I think the lack of real-time data collection is likely what doomed the commercial stream-processing systems. Their customers were still doing file-oriented, daily batch processing for ETL and data integration. Companies building stream processing systems focused on providing processing engines to attach to real-time data streams, but it turned out that at the time very few people actually had real-time data streams. Actually, very early at my career at LinkedIn, a company tried to sell us a very cool stream processing system, but since all our data was collected in hourly files at that time, the best application we could come up with was to pipe the hourly files into the stream system at the end of the hour! They noted that this was a fairly common problem. The exception actually proves the rule here: finance, the one domain where stream processing has met with some success, was exactly the area where real-time data streams were already the norm and processing had become the bottleneck.

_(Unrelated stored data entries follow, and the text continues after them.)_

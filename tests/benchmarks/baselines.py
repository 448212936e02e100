"""What the program is held against: the same work by the plain way with general libraries."""

from __future__ import annotations

import csv
import math
from pathlib import Path

import numpy as np

from .sheets import COLUMNS, RPM


def pint_a_cell(path: Path, rows: int) -> int:
    """Convert every cell of the first rows through pint's own parser: how many cells."""
    import pint

    ureg = pint.UnitRegistry()
    spelled = {"mNm": "mN*m", "mNm/A": "mN*m/A", "rpm/mNm": "rpm/(mN*m)", "gcm²": "g*cm**2",
               "%": "percent", "Ω": "ohm", "°C": "degC"}  # fmt: skip
    si = {"N·m": "N*m", "N·m/A": "N*m/A", "rad/(s·V)": "rad/s/V", "rad/(s·N·m)": "rad/s/(N*m)",
          "kg·m²": "kg*m**2", "1": "dimensionless", "Ω": "ohm", "°C": "degC"}  # fmt: skip
    units = [(spelled.get(u, u), si.get(s, s)) for _, u, s, _ in COLUMNS]
    count = 0
    with path.open(encoding="utf-8", newline="") as file:
        table = csv.reader(file)
        next(table)
        for row, _ in zip(table, range(rows), strict=False):
            for text, (unit, target) in zip(row[1:], units, strict=True):
                if unit == "degC":  # "125 degC" is refused by some versions
                    ureg.Quantity(float(text), unit).to(target)
                else:
                    ureg(f"{text} {unit}").to(target)
                count += 1
    return count


def insert_texts(path: Path, database: Path) -> None:
    """The raw text cells into a wide table, a row a motor, by sqlite-utils."""
    import sqlite_utils

    db = sqlite_utils.Database(database)
    with path.open(encoding="utf-8", newline="") as file:
        db.table("motors").insert_all(csv.DictReader(file))  # pyright: ignore[reportArgumentType]
    db.close()


# ---- least squares, a motor at a time

FIGURES = (
    # heading, key, and the factor to SI
    ("Nominal voltage", "U", 1.0), ("No-load speed", "n0", RPM), ("No-load current", "I0", 1e-3),
    ("Nominal speed", "n", RPM), ("Nominal torque", "T", 1e-3), ("Nominal current", "I", 1.0),
    ("Stall torque", "TH", 1e-3), ("Stall current", "IA", 1.0), ("Maximum efficiency", "eta", 0.01),
    ("Terminal resistance", "R", 1.0), ("Terminal inductance", "L", 1e-3),
    ("Torque constant", "K", 1e-3), ("Speed constant", "kn", RPM),
    ("Speed/torque gradient", "slope", RPM * 1e3), ("Mechanical time constant", "tau", 1e-3),
    ("Rotor inertia", "J", 1e-7),
)  # fmt: skip
UNKNOWNS = ("K", "R", "J", "L", "I0", "n0", "TH", "I", "T", "n")
SD, LAW_SD = 0.01, 0.03
"""Relative scatter of a figure and of a law (no-load and stall point, nominal point)."""


def _observed(x: np.ndarray, U: float) -> list[float]:
    """The figures, in the order of FIGURES without U, that the unknowns give."""
    K, R, J, L, I0, n0, stall_torque, current, torque, n = np.exp(x)
    efficiency = (1 - math.sqrt(min(I0 * R / U, 1))) ** 2
    return [n0, I0, n, torque, current, stall_torque, U / R, efficiency, R, L, K, 1 / K,
            R / K**2, R * J / K**2, J]  # fmt: skip


def _laws(x: np.ndarray, U: float) -> list[float]:
    """The logarithms by which the unknowns miss the laws of the DC motor."""
    K, R, _, _, I0, n0, stall_torque, current, torque, n = np.exp(x)
    given = (n0, stall_torque, torque, n)
    due = ((U - R * I0) / K, K * (U / R - I0), K * (current - I0), (U - R * current) / K)
    return [math.log(g / max(d, 1e-30)) for g, d in zip(given, due, strict=True)]


def fit_a_motor_at_a_time(columns: list[np.ndarray], motors: int) -> int:
    """scipy's robust least squares for each motor, with the unknowns and rows that the program
    adjusts; one that does not fit is fitted again without each of its figures in turn. How many
    had a figure without which all agrees."""
    from scipy.optimize import least_squares

    of = {heading: values for (heading, *_), values in zip(COLUMNS, columns, strict=True)}
    table = {key: of[heading] * factor for heading, key, factor in FIGURES}
    suspects = 0
    for i in range(motors):
        figures = {key: float(values[i]) for key, values in table.items()}
        U = figures.pop("U")
        printed = np.log(list(figures.values()))
        start = np.log([figures[key] for key in UNKNOWNS])

        def residual(x: np.ndarray, out: int = -1, U: float = U, y: np.ndarray = printed):
            r = (np.log(np.maximum(_observed(x, U), 1e-30)) - y) / SD
            if out >= 0:
                r[out] = 0
            return np.concatenate([r, np.array(_laws(x, U)) / LAW_SD])

        whole = least_squares(residual, start, loss="soft_l1")
        if 2 * whole.cost > 30:
            costs = [
                least_squares(residual, start, kwargs={"out": k}).cost for k in range(len(printed))
            ]
            suspects += 2 * min(costs) < 20
    return suspects
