def test_other_figures_have_no_hottest_value() -> None:
    e = evidence(printed(motor_constant=1.0, maximum_winding_temperature=155.0))
    band = math.log(0.05 / math.log(0.97 / 0.78))
    found = score(e, "hot-vs-cold", "motor_constant", math.log(0.9), 0.005)
    assert found == pytest.approx(band)


# ---- the next winding


def neighbour(batch: Batch, key: str, motor: int) -> float:
    return score(evidence(batch), "neighbouring-column", key, math.log(1.5), 0.01, motor)


def test_the_next_winding_s_value_to_the_digits() -> None:
    """A third of the digits' deviation; one in seventeen mistakes (0.06)."""
    batch = printed(4, stall_current=[10.0, 10.001, 15.0, 10.001])
    batch.series = ["A", "A", "A", "B"]
    digits = 0.01 / 10 / math.sqrt(12)  # four digits are printed
    e = evidence(batch)
    gap = math.log(
        batch.figures["stall_current"].value[1] / batch.figures["stall_current"].value[0]
    )
    by_hand = math.log(0.06) + norm.logpdf(gap, scale=3e-4)
    assert digits / 3 < 3e-4
    for motor in (0, 1):
        found = score(e, "neighbouring-column", "stall_current", math.log(1.5), 0.01, motor)
        assert found == pytest.approx(by_hand)
    # another value, and another series
    assert neighbour(batch, "stall_current", 2) < -1000
    assert neighbour(batch, "stall_current", 3) == -math.inf
    batch.series[3] = "A"
    assert neighbour(batch, "stall_current", 3) < -1000


def test_few_digits_may_be_further_from_the_neighbour_s() -> None:
    batch = printed(2, stall_current=[15.0, 16.0])
    for array in (batch.figures["stall_current"].low, batch.figures["stall_current"].high):
        array[:] = [14.5, 15.5] if array[0] < 15 else [15.5, 16.5]
    found = neighbour(batch, "stall_current", 0)
    sd = 1 / 15 / math.sqrt(12) / 3
    assert found == pytest.approx(math.log(0.06) + norm.logpdf(math.log(15 / 16), scale=sd))
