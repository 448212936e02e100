"""Builds what is shipped twice, compares it byte by byte, installs it, and uses it from outside.

    python -m tests.supply.wheel [--dist FOLDER] [--bom FILE]

The wheel is built from the sdist; the second time under another folder and another clock. In a
clean environment the installed program imports the samples, and a type checker reads a script
that uses the library as a user would: it must find no fault, and must find a planted one.
``--dist`` keeps what was built; ``--bom`` writes the bill of materials (CycloneDX, JSON) of that
environment.
"""

from __future__ import annotations

import argparse
import hashlib
import json
import os
import shutil
import sys
import tempfile
from pathlib import Path

from .project import SAMPLES, build, copy_of_project, environment, run

SCRIPT = """\
from motorfolio.catalog import MotorCatalog, normalise
from motorfolio.schema.units.read import quantity

motor = normalise({"part_number": "EX-1", "torque_constant": "30 mN·m/A"})
name: str = motor.part_number
value: float = quantity("30 mN·m/A", ("N·m/A",))
print(name, value, MotorCatalog.__name__)
"""
WRONG = SCRIPT.replace("name: str = motor", "name: int = motor")


def typed(checker: Path, python: Path, folder: Path, text: str) -> int:
    """How many faults the type checker finds in a script outside of the project."""
    folder.mkdir()
    script = folder / "outside.py"
    script.write_text(text, encoding="utf-8")
    try:
        said = run(checker, "--pythonpath", python, "--level", "error", "--outputjson", script,
                   cwd=folder)  # fmt: skip
    except RuntimeError as error:
        said = str(error).partition("\n")[2]
    return json.loads(said)["summary"]["errorCount"]


def main() -> int:
    parser = argparse.ArgumentParser(description=__doc__.splitlines()[0])
    parser.add_argument("--dist", type=Path)
    parser.add_argument("--bom", type=Path)
    told = parser.parse_args()
    with tempfile.TemporaryDirectory() as name:
        folder = Path(name)
        tools = ["build", "basedpyright", *(["cyclonedx-bom"] if told.bom else [])]
        tool = environment(folder / "tools", sys.executable, *tools)
        commit, hashes = copy_of_project(folder / "commit"), []
        for number in ("1", "2"):
            project = folder / number / ("x" * int(number))
            shutil.copytree(commit, project)
            for path in project.rglob("*"):
                os.utime(path, (1.7e9 + int(number), 1.7e9 + int(number)))
            built = build(tool, project, folder / number / "dist")
            hashes.append({p.name: hashlib.sha256(p.read_bytes()).hexdigest() for p in built})
        for file, digest in hashes[0].items():
            print(
                f"{file}: {digest[:16]}…",
                "the same twice" if hashes[1][file] == digest else "ANOTHER the second time",
            )
        if told.dist:
            shutil.copytree(built[0].parent, told.dist, dirs_exist_ok=True)
        wheel = next(p for p in built if p.suffix == ".whl")
        clean = environment(folder / "clean", sys.executable, str(wheel))
        samples = [project / "sample_entries" / sample for sample in SAMPLES]
        program, catalog = clean.parent / "motorfolio", folder / "c.sqlite"
        print(run(program, "import", *samples, "--catalog", catalog).splitlines()[-1])
        page = folder / "page.html"
        run(program, "page", "--output", page, "--catalog", catalog)
        print(f"page: {page.stat().st_size} bytes")
        checker = tool.parent / "basedpyright"
        faults = typed(checker, clean, folder / "right", SCRIPT)
        planted = typed(checker, clean, folder / "wrong", WRONG)
        print(run(clean, folder / "right" / "outside.py").strip())
        print(f"types from outside: {faults} faults, {planted} where one was planted")
        if told.bom:
            run(tool.parent / "cyclonedx-py", "environment", "--output-reproducible",
                "--output-file", told.bom.absolute(), clean)  # fmt: skip
            parts = json.loads(told.bom.read_text(encoding="utf-8"))["components"]
            print(f"bill of materials: {len(parts)} parts")
    return not (hashes[0] == hashes[1] and faults == 0 and planted == 1)


if __name__ == "__main__":
    sys.exit(main())
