"""A CSV of invented motors whose 25 figures agree, with rounding and scatter as printed ones."""

from __future__ import annotations

from pathlib import Path

import numpy as np

COLUMNS: tuple[tuple[str, str, str, int], ...] = (
    # heading, unit in the sheet, the SI unit it stands for, significant digits
    ("Nominal voltage", "V", "V", 3),
    ("No-load speed", "rpm", "rad/s", 4),
    ("No-load current", "mA", "A", 3),
    ("Nominal speed", "rpm", "rad/s", 4),
    ("Nominal torque", "mNm", "N·m", 3),
    ("Nominal current", "A", "A", 3),
    ("Stall torque", "mNm", "N·m", 3),
    ("Stall current", "A", "A", 3),
    ("Maximum efficiency", "%", "1", 3),
    ("Terminal resistance", "Ω", "Ω", 3),
    ("Terminal inductance", "mH", "H", 3),
    ("Torque constant", "mNm/A", "N·m/A", 3),
    ("Speed constant", "rpm/V", "rad/(s·V)", 3),
    ("Speed/torque gradient", "rpm/mNm", "rad/(s·N·m)", 3),
    ("Mechanical time constant", "ms", "s", 3),
    ("Rotor inertia", "gcm²", "kg·m²", 3),
    ("Thermal resistance winding-housing", "K/W", "K/W", 3),
    ("Thermal resistance housing-ambient", "K/W", "K/W", 3),
    ("Thermal time constant winding", "s", "s", 3),
    ("Thermal time constant housing", "s", "s", 3),
    ("Maximum winding temperature", "°C", "°C", 3),
    ("Maximum speed", "rpm", "rad/s", 3),
    ("Mass", "g", "kg", 3),
    ("Diameter", "mm", "m", 3),
    ("Length", "mm", "m", 3),
)
RPM = np.pi / 30
FAULTY = 0.03
"""So many of the motors print their torque constant √2 times too large."""


def columns(motors: int, seed: int = 3) -> list[np.ndarray]:
    """The figures of the motors in the sheet's units, not yet rounded: one array a column."""
    rng = np.random.default_rng(seed)
    U = rng.choice([6.0, 12.0, 18.0, 24.0, 36.0, 48.0], motors)
    n0 = rng.uniform(3000, 12000, motors)
    Km = 10 ** rng.uniform(-2.5, -0.9, motors)
    rth1, rth2 = 3 * (0.03 / Km) ** 0.7, 9 * (0.03 / Km) ** 0.7
    share = rng.uniform(0.04, 0.12, motors)
    K = U / (n0 * RPM)
    for _ in range(20):  # the no-load loss changes the constant that gives this speed
        R = (K / Km) ** 2
        current = np.minimum(np.sqrt(90 / (R * 1.4 * (rth1 + rth2))), 0.4 * U / R)
        i0 = share * current
        K = (U - R * i0) / (n0 * RPM)
    R = (K / Km) ** 2
    stall = U / R
    torque = K * (current - i0)
    inertia = 3e-6 * (Km / 0.03) ** 1.6 * rng.uniform(0.5, 2, motors)
    size = (Km / 0.03) ** 0.4
    wrong = rng.random(motors) < FAULTY
    return [
        U, n0, i0 * 1e3, (U - R * current) / K / RPM, torque * 1e3, current,
        K * (stall - i0) * 1e3, stall, 100 * (1 - np.sqrt(i0 / stall)) ** 2, R,
        R * rng.uniform(1e-4, 6e-4, motors) * 1e3, 1e3 * K * np.where(wrong, 2**0.5, 1),
        1 / K / RPM,
        R / K**2 / RPM / 1e3, R * inertia / K**2 * 1e3, inertia * 1e7, rth1, rth2,
        15 * size, 600 * size, rng.choice([100.0, 125.0, 155.0], motors), n0 * 1.4,
        300 * size**2.5, 32 * size, 60 * size,
    ]  # fmt: skip


def sheet(path: Path, motors: int, seed: int = 3) -> Path:
    """A CSV file of that many motors × 25 figures."""
    texts = []
    for values, (_, _, _, digits) in zip(columns(motors, seed), COLUMNS, strict=True):
        with np.errstate(divide="ignore"):
            places = digits - 1 - np.floor(np.log10(np.abs(values))).astype(int)
        texts.append([f"{v:.{max(p, 0)}f}" for v, p in zip(values.tolist(), places.tolist(),
                                                            strict=True)])  # fmt: skip
    with path.open("w", encoding="utf-8") as out:
        out.write("Part number," + ",".join(f"{h} [{u}]" for h, u, _, _ in COLUMNS) + "\n")
        for i, row in enumerate(zip(*texts, strict=True)):
            out.write(f"EX-{i:07d},{','.join(row)}\n")
    return path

Even in the presence of a healthy batch processing ecosystem, I think the actual applicability of stream processing as an infrastructure style is quite broad. I think it covers the gap in infrastructure between real-time request/response services and offline batch processing. For modern internet companies, I think around 25% of their code falls into this category.
It turns out that the log solves some of the most critical technical problems in stream processing, which I’ll describe, but the biggest problem that it solves is just making data available in real-time multi-subscriber data feeds. For those interested in more details, we have open sourced Samza, a stream processing system explicitly built on many of these ideas. We describe a lot of these applications in more detail in the documentation here.
Data flow graphs
The most interesting aspect of stream processing has nothing to do with the internals of a stream processing system, but instead has to do with how it extends our idea of what a data feed is from the earlier data integration discussion. We discussed primarily feeds or logs of primary data—the events and rows of data produced in the execution of various applications. But stream processing allows us to also include feeds computed off other feeds. These derived feeds look no different to consumers then the feeds of primary data from which they are computed. These derived feeds can encapsulate arbitrary complexity.
Let’s dive into this a bit. A stream processing job, for our purposes, will be anything that reads from logs and writes output to logs or other systems. The logs they use for input and output join these processes into a graph of processing stages. Indeed, using a centralized log in this fashion, you can view all the organization’s data capture, transformation, and flow as just a series of logs and processes that write to them.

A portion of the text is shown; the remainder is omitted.